|2 Aug 2022
Cancer is the leading cause of death globally, with nearly 10 million deaths per year. Rare diseases impact more than 400 million people worldwide, and 95 percent don’t have an approved treatment. In the vast majority of cases, both cancer and rare disease are diseases of the genome, caused by mono or polygenic variations. Organizations around the world are turning to genetics as the key to diagnosing and treating patients.
While each individual has a unique genetic code, researchers require robust cohorts of data from sick and healthy patients alike to identify similarities and differences in disease-causing regions of the genome. In all corners of the globe, governing bodies, research organizations, and corporations have established population-wide genomics projects designed to increase understanding of disease origins, identify new treatments, and drive genomics from research practice into healthcare settings.
Genomics England (GEL) was formally established in July 2013 as part of the 65th birthday celebrations of the National Health Service (NHS). Wholly owned by the Department of Health and Social Care, GEL was tasked with a flagship project to sequence 100,000 whole genomes from NHS patients with rare diseases and their families, as well as patients with common cancers. After the successful completion of the pilot project in 2018, the NHS announced that it would partner with GEL and the UK Biobank to sequence up to 5 million genomes in 5 years and make the data available for research.
To make genomic healthcare a reality, GEL is transitioning from project to platform, using Amazon Web Services (AWS) tools to give researchers reliable, comprehensive, and privacy-compliant access to these massive datasets. Through secure collaboration and analysis, this initiative will inform diagnoses, drive drug development, and unlock the future of precision medicine.
Enabling Scalability for Growing Genomic Datasets
Through the 100,000 Genomes Project alone, GEL amassed 50 petabytes of data – about three times the size of the entire Library of Congress. Seeking to make the data accessible to the research community, GEL is in the process of migrating its data to AWS to enable democratized access.
“We knew that putting the data generated from the 100,000 Genome Project into the hands of the research community would play a vital role in accelerating scientific breakthroughs, and we’re working to migrate our data to AWS to do just that,” said Peter Sinden, GEL’s chief information officer.
To generate a more comprehensive understanding of patient genomics, the organization will integrate “long-read” genome formats alongside the current “short read” format. Long-read genomes contain around five times the data of short read and this will give researchers more information about each part of the genome they study, potentially uncovering nuances that might have gone unnoticed before.

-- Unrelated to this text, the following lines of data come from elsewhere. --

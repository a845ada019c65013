"""Every scenario of the folder is run and held to the answer that it states.

Where the stated values come from stands in each file above [expect]; test_expected_values works them out
again without the program.
"""

from __future__ import annotations

import math
import re
from functools import cache
from pathlib import Path
from typing import Any

import numpy as np
import pytest
from scipy.special import jn_zeros

import pulseprop as pp

SCENARIOS = Path(__file__).parents[2] / "scenarios"
FILES = sorted(SCENARIOS.glob("*.toml"))
CALLING = ("name", "code")
"""Keys by which an entry of a list may be called in place of its number."""


@cache
def asked(name: str) -> Any:
    """What the scenario asks for: its pulse sent, or what undoes its path."""
    file = SCENARIOS / f"{name}.toml"
    return pp.send(file) if pp.read(file).content.compensate is None else pp.compensate(file)


def run_of(name: str) -> Any:
    """Of a compensation, the best design as it was sent."""
    answer = asked(name)
    return getattr(answer, "run", answer)


@cache
def answer_of(name: str) -> dict[str, Any]:
    answer = asked(name).as_json()
    assert isinstance(answer, dict)
    return answer


def found(holder: Any, key: str) -> Any:
    """What stands at a dotted key; entries of lists by number from 1, by name or by code."""
    if not key:
        return holder
    if isinstance(holder, list):
        named = {
            item[call]: item for item in holder if isinstance(item, dict) for call in CALLING if call in item
        }
        numbered = {str(number): item for number, item in enumerate(holder, start=1)}
        holder = {**numbered, **named}
    assert isinstance(holder, dict), f"nothing stands below {key!r}"
    fitting = [name for name in holder if key == name or key.startswith(f"{name}.")]
    assert fitting, f"no {key!r} among {', '.join(holder)}"
    name = max(fitting, key=len)
    return found(holder[name], key[len(name) + 1 :])


def expectations() -> list[Any]:
    return [
        pytest.param(file.stem, key, id=f"{file.stem}-{key}")
        for file in FILES
        for key in pp.read(file).content.expect
    ]


def test_there_are_at_least_eight() -> None:
    assert len(FILES) >= 8


@pytest.mark.parametrize(("name", "key"), expectations())
def test_answer(name: str, key: str) -> None:
    expected = pp.read(SCENARIOS / f"{name}.toml").content.expect[key]
    answer = found(answer_of(name), key)
    if isinstance(expected, str | bool):
        assert answer == expected
        return
    value, tolerance = expected
    assert isinstance(answer, int | float)
    assert math.isfinite(answer)
    assert abs(answer - value) <= tolerance, f"{answer:.8g}, but {value:.8g} +- {tolerance:g} is expected"


@pytest.mark.parametrize("file", FILES, ids=lambda file: file.stem)
def test_says_what_it_asks_and_that_it_is_invented(file: Path) -> None:
    content = pp.read(file).content
    assert content.title
    assert content.question.endswith("?")
    assert content.answer.endswith(".")
    assert "Larkmoor Bench, an invented laboratory" in content.laboratory
    assert content.laboratory.endswith("data are invented.")
    assert len(content.expect) >= 4


@pytest.mark.parametrize("file", FILES, ids=lambda file: file.stem)
def test_run_carries_question_and_origin(file: Path) -> None:
    run = run_of(file.stem)
    content = pp.read(file).content
    assert run.scenario == content.title
    assert run.question == content.question
    assert content.laboratory in run.note
    assert asked(file.stem).exit_code == 0


def test_the_table_of_contents_names_each_with_its_question_and_answer() -> None:
    table = (SCENARIOS / "README.md").read_text(encoding="utf-8")
    rows = {
        cells[0].strip("`"): (cells[1], cells[2])
        for line in table.splitlines()
        if (cells := [cell.strip() for cell in line.strip("|").split("|")]) and cells[0].endswith(".toml`")
    }
    contents = {file.name: pp.read(file).content for file in FILES}
    rows = {name: row for name, row in rows.items() if "/" not in name}
    assert rows == {name: (content.question, content.answer) for name, content in contents.items()}


@pytest.mark.parametrize("name", ["thz_gas", "measured_waveform"])
def test_fields_of_a_single_cycle_are_real(name: str) -> None:
    assert run_of(name).fields.form == "field"


def test_first_dark_instant_of_the_ringing() -> None:
    """2 sqrt(b t / T2) = 3.8317, the first zero of J1, with b = 6 and T2 = 16 ps (Burnham and Chiao 1969)."""
    fields = run_of("vapour_ringing").fields
    power = np.abs(fields.envelope_out) ** 2
    time = fields.grid_out.time * 1e12
    zero = jn_zeros(1, 1)[0] ** 2 / 4 * 16 / 6
    near = np.flatnonzero(np.abs(time - zero) < 3)
    dark = near[np.argmin(power[near])]
    assert power[dark] < 1e-4 * power[np.argmin(np.abs(time - 2))]
    assert time[dark] == pytest.approx(zero, rel=5e-3)


def test_a_second_piece_of_glass_tells_the_sign() -> None:
    """Closed form for a Gaussian: the autocorrelation is sqrt(2) times as wide as the pulse."""
    fit = answer_of("measured_spectrum")["autocorrelation"]
    added = 36.162 * fit["glass_mm"]  # fs^2/mm of fused silica at 800 nm, I. H. Malitson 1965
    for sign, key in ((1, "fwhm_if_positive_fs"), (-1, "fwhm_if_negative_fs")):
        width = math.sqrt(2) * 25 * math.hypot(1, 4 * math.log(2) * (sign * 400 + added) / 25**2)
        assert fit[key] == pytest.approx(width, rel=0.02)


def test_stated_places_of_the_answers_are_their_numbers() -> None:
    """The answer in words gives the duration that leaves, where it gives one in fs."""
    spoken = {
        "cryostat": 182,
        "argon_metre": 10.2,
        "brewster_plate": 43,
        "coolant_mixture": 64,
        "vendor_crystal": 61,
    }
    for name, number in spoken.items():
        words = pp.read(SCENARIOS / f"{name}.toml").content.answer
        assert re.search(rf"\b{number:g} fs\b", words)
        digits = len(f"{number:g}".replace(".", ""))
        assert float(f"{answer_of(name)['pulse_out']['fwhm_fs']:.{digits}g}") == pytest.approx(number)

“As we continue to progress our work and generate more robust data sets, access to elastic storage and compute services will enable our organization and the research community to access and analyze data securely and cost-effectively,” added Sinden. ”By hosting on AWS, we can democratize access to our data. All researchers need is a small budget to fund compute costs and access to a computer.”
Turning Science into Healthcare through Technology
GEL’s mission is to create a scalable and durable data infrastructure that can evolve in tune with scientific and technological advances. Security, compliance, and democratized access were integral to the research platform, and GEL selected AWS Partner Lifebit to develop the platform on the AWS. Together with AWS, they have created a Trusted Research Environment (TRE) that will allow researchers to work collaboratively and glean insights from genomic data using advanced cloud computing tools.
“Our goal is to enable the ecosystem to deliver data-driven healthcare and conduct genomic research, and AWS enables us to securely achieve this mission,” said Sinden. “With access to the latest GPUs and other services, we can push the technological envelope and accelerate the adoption of genomics into healthcare.”
GEL is working with AWS Professional Services and AWS Partner Kainos as part of the AWS Migration Acceleration Program (MAP). By migrating petabytes of genomic data and on-premises research environments to AWS, GEL can help accelerate scientific outcomes. Using analytics and tooling in the cloud also makes the data more secure. Genomic data stored in Amazon Simple Storage Service (Amazon S3) offers 99.999999999% durability.
For genomic analyses and related computing needs, GEL is using Amazon Elastic Compute Cloud (Amazon EC2), unlocking reliable, resizable compute capacity in the cloud. This allows researchers and data scientists to adjust their compute capacity on demand, which is more cost-effective. Sinden also pointed out that operating on a pay-as-you-go basis is ideal for academic and government-funded research because it allows for flexibility to accommodate fluctuations in grant funding. Building on AWS with the help of its partners, GEL optimized its high-performance computing architecture for both cost and speed, allowing researchers to perform common tasks in just 23 seconds that previously took 25 hours.
Building the Future of Cloud Genomics on AWS
While many big data problems involve managing a large number of small files, genomics analysis usually involves a relatively small number of extremely large files. As a result, cloud genomics requires unique data distribution models. GEL is working with AWS to use compression technologies and other advanced tools to optimize cloud storage and analysis of genomic data based on the field’s specific needs. This industry-leading venture will pave the way for efficient, research-friendly genomic data management in the years to come.